→ WHAT IS EXPECTED:
Copy out the records below exactly as they appear.

→ Stored data entries:
++++++++++++++++++++

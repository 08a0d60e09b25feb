"""Figures of a record: one module per stage family, one style.

:mod:`~riskvet.reporting.figures.style` holds the palette and line styles
(Okabe-Ito colours with distinct line styles and markers, readable in
greyscale); :mod:`~riskvet.reporting.figures.performance` the curves every
validation shows (ROC, calibration, decision curves);
:mod:`~riskvet.reporting.figures.derivation`,
:mod:`~riskvet.reporting.figures.agreement`,
:mod:`~riskvet.reporting.figures.internal_validation` and
:mod:`~riskvet.reporting.figures.external_validation` the figures of those
stages (the last also draws updating).  Every function takes result objects
and returns a matplotlib Figure; none computes a statistic.  Figures may
import the layers above reporting and :mod:`riskvet.reporting.labels`.
"""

++++++++++++++++++++

→ SOLUTION TO THIS PROBLEM:
repository 08a0d60e09b25feb
"""Figures of a record: one module per stage family, one style.

:mod:`~riskvet.reporting.figures.style` holds the palette and line styles
(Okabe-Ito colours with distinct line styles and markers, readable in
greyscale); :mod:`~riskvet.reporting.figures.performance` the curves every
validation shows (ROC, calibration, decision curves);
:mod:`~riskvet.reporting.figures.derivation`,
:mod:`~riskvet.reporting.figures.agreement`,
:mod:`~riskvet.reporting.figures.internal_validation` and
:mod:`~riskvet.reporting.figures.external_validation` the figures of those
stages (the last also draws updating).  Every function takes result objects
and returns a matplotlib Figure; none computes a statistic.  Figures may
import the layers above reporting and :mod:`riskvet.reporting.labels`.
"""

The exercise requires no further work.